[Start of section]
"""The calc columns of the CSV exchange (tamis.exchange.summaries) against the JSON boundary.

The summaries call the core directly (tamis.project.evaluate.evaluate_reduced, with
each band parsed and each base soil reduced once per file). They must say
exactly what the app's path says: the ``evaluate`` and ``gradation`` ops
through ``tamis.api.handle``. :func:`json_summary` below is that path, written
as the calc columns were computed before the direct call (one request per
record); every comparison is on the JSON text of the summaries and of their
cells, so 1 and 1.0, or 0.0 and -0.0, would differ too.

No published source is involved: these tests compare two routes through the
same core, and the demo and generated records are invented data.
"""

from __future__ import annotations

import copy
import json
import random
import subprocess
import sys

import pytest

from tamis import api, demo
from tamis.lab import reduction
from tamis.exchange import summaries as S
from tamis.exchange import csv_write, record, wording
from test_records_gen import make_records


def json_summary(rec: dict, index: dict) -> dict:
    """A record's summary through ``tamis.api.handle`` (the reference path)."""
    def call(op, fields):
        return json.loads(api.handle(json.dumps({"schema": api.SCHEMA, "op": op, "id": None, **fields})))

    out = {"d_mm": None, "cu": None, "fines_pct": None, "verdict": None, "failing_checks": [],
           "reasons": [], "advisory": [], "passing": [], "band_name": None, "base_name": None,
           "note": None, "core_version": None}
    test = rec["test"]
    if rec["kind"] in ("band", "lot"):  # a lot has no gradation of its own
        return out
    if rec["deleted"]:
        out["note"] = "deleted record: not computed"
        return out
    if test is None:
        out["note"] = "no test data yet"
        return out
    fields, missing = {"sample": test}, []
    if rec["kind"] == "test":
        meta = rec["meta"]
        for key, kind, field, part in (("band_id", "band", "band", "band"), ("base_id", "base", "base", "test")):
            ref = meta.get(key)
            if ref is None:
                continue
            other = index.get(ref) if isinstance(ref, str) else None
            if other is None or other["kind"] != kind or other["deleted"] or other[part] is None:
                missing.append(f"meta.{key} names {ref}, which is not a {kind} record with data in this file")
            else:
                fields[field] = other[part]
                out[f"{kind}_name"] = S.record_label(other)
        if isinstance(meta.get("rules"), dict):
            fields["rules"] = meta["rules"]
    if rec["kind"] == "base" or missing:
        resp = call("gradation", {"test": test})
        grad = resp.get("result") if resp.get("ok") else None
    else:
        resp = call("evaluate", fields)
        res = resp.get("result") if resp.get("ok") else None
        grad = res.get("sample") if res else None
        if res:
            out["verdict"] = res.get("verdict")
            checks = res.get("checks", [])
            out["failing_checks"] = sorted({c.get("id") for c in checks
                                            if c.get("status") == "fail" and not c.get("advisory")})
            out["reasons"] = wording.verdict_reasons(res.get("verdict"), checks)
            out["advisory"] = wording.advisory_lines(checks)
    if not resp.get("ok"):
        err = resp.get("error", {})
        out["note"] = f"not computed: {err.get('field') or 'test'}: {err.get('message')}"
        return out
    out["core_version"] = resp.get("core_version")
    if isinstance(grad, dict):
        out["passing"] = [(p["opening_mm"], p["passing_pct"]) for p in grad.get("points") or ()
                          if p.get("passing_pct") is not None]
        d = grad.get("d_mm") or {}
        out["d_mm"] = {k: d.get(k) for k in ("D10", "D15", "D60", "D85")}
        out["cu"] = grad.get("cu")
        out["fines_pct"] = grad.get("fines_pct")
    if missing:
        out["note"] = "no verdict: " + "; ".join(missing)
    return out


def text(obj) -> str:
    return json.dumps(obj, allow_nan=False, sort_keys=False)


def assert_same_as_json_path(recs: list[dict], context=()) -> dict:
    """Summary by summary, then cell by cell, the direct path equals the JSON path."""
    index = {r["record_id"]: r for r in context}
    index.update({r["record_id"]: r for r in recs})
    parts = S.FileParts(index)
    for r in recs:
        ref = text(json_summary(r, index))
        assert text(S.compute_summary(r, index)) == ref, r["record_id"]
        assert text(S.compute_summary(r, index, parts)) == ref, r["record_id"]
    cells = S.summaries_for(recs, context)
    want = {r["record_id"]: S.summary_cells(json_summary(r, index)) for r in recs if r["kind"] != "band"}
    assert text(cells) == text(want)
    return cells


def _id(i: int) -> str:
    return f"{i:08x}-0000-4000-8000-000000000000"


def demo_records() -> list[dict]:
    return [record.check_record(r) for r in demo.load_records()]


def varied_records(n: int = 300, seed: int = 11) -> list[dict]:
    """Demo tests with varied masses, each naming one of: a good, bad, deleted, empty,
    absent or interpolated-only band; a good, refused, deleted, empty or absent base (or a record of
    the wrong kind); one of several rule sets (some refused). A few are deleted,
    have no test, are refused themselves, or are base soils."""
    rng = random.Random(seed)
    pool = demo_records()
    bands = [r for r in pool if r["kind"] == "band"]
    bases = [r for r in pool if r["kind"] == "base"]
    tests = [r for r in pool if r["kind"] == "test"]
    refs = list(pool)

    def variant(src, i, **changes):
        r = copy.deepcopy(src)
        r["record_id"] = _id(i)
        r.update(changes)
        refs.append(record.check_record(r))
        return r["record_id"]

    bad_band = copy.deepcopy(bands[0]["band"])
    bad_band["limits"][2]["max_pct"] = 50.0          # below its min_pct (65): band_inverted
    bad_base = copy.deepcopy(bases[0]["test"])
    bad_base["passing"][3]["passing_pct"] = 101.0     # more than 100 % passing
    ids = {
        "bad_band": variant(bands[0], 1, band=bad_band),
        "deleted_band": variant(bands[1], 2, deleted=True),
        "empty_band": variant(bands[0], 3, band=None),
        "bad_base": variant(bases[0], 4, test=bad_base),
        "deleted_base": variant(bases[1], 5, deleted=True),
        "empty_base": variant(bases[2], 6, test=None),
        # one sieve the demo stacks lack: read by interpolation, so at best a warning (review)
        "interp_band": variant(bands[0], 7, band={"name": "wide", "limits": [
            {"opening_mm": 0.425, "min_pct": 0.0, "max_pct": 100.0}]}),
    }
    band_choices = [None] + [b["record_id"] for b in bands] * 3 + [ids["interp_band"]] * 3 + [
        ids["bad_band"], ids["deleted_band"], ids["empty_band"], _id(999), bases[0]["record_id"], 17]
    base_choices = [None] + [b["record_id"] for b in bases] * 2 + [
        ids["bad_base"], ids["deleted_base"], ids["empty_base"], _id(998), bands[0]["record_id"],
        tests[0]["record_id"]]
    rule_choices = [None, {}, {"criteria": "nrcs-1994", "stability": False}, {"criteria": "terzaghi"},
                    {"criteria": "usbr-2011"}, {"criteria": "fema-2011", "stability_in_verdict": True},
                    {"kenney_lau_boundary": 1.3}, {"regrade": False}, {"hazen_c": 120.0},
                    {"not_a_rule": 1}, {"kenney_lau_boundary": 2.0}, {"criteria": "nope"}, "not an object"]
    out = []
    for i in range(n):
        t = copy.deepcopy(rng.choice(tests))
        t["record_id"] = _id(1000 + i)
        for s in (t["test"] or {}).get("sieves", []):
            s["retained_g"] = s["retained_g"] * (1 + rng.uniform(-0.03, 0.03))
        meta = t["meta"]
        for key, choices in (("band_id", band_choices), ("base_id", base_choices), ("rules", rule_choices)):
            v = rng.choice(choices)
            if v is None:
                meta.pop(key, None)
            else:
                meta[key] = copy.deepcopy(v)
        roll = rng.random()
        if roll < 0.03:
            t["deleted"] = True
        elif roll < 0.06:
            t["test"] = None
        elif roll < 0.10:
            t["test"]["sieves"][1]["retained_g"] = -4.0    # refused: negative mass
        elif roll < 0.13:
            t["kind"] = "base"
        out.append(record.check_record(t))
    return refs + out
[End of section]
Only lines containing the word "refs" should be copied from the material above.

    refs = list(pool)
        refs.append(record.check_record(r))
    return refs + out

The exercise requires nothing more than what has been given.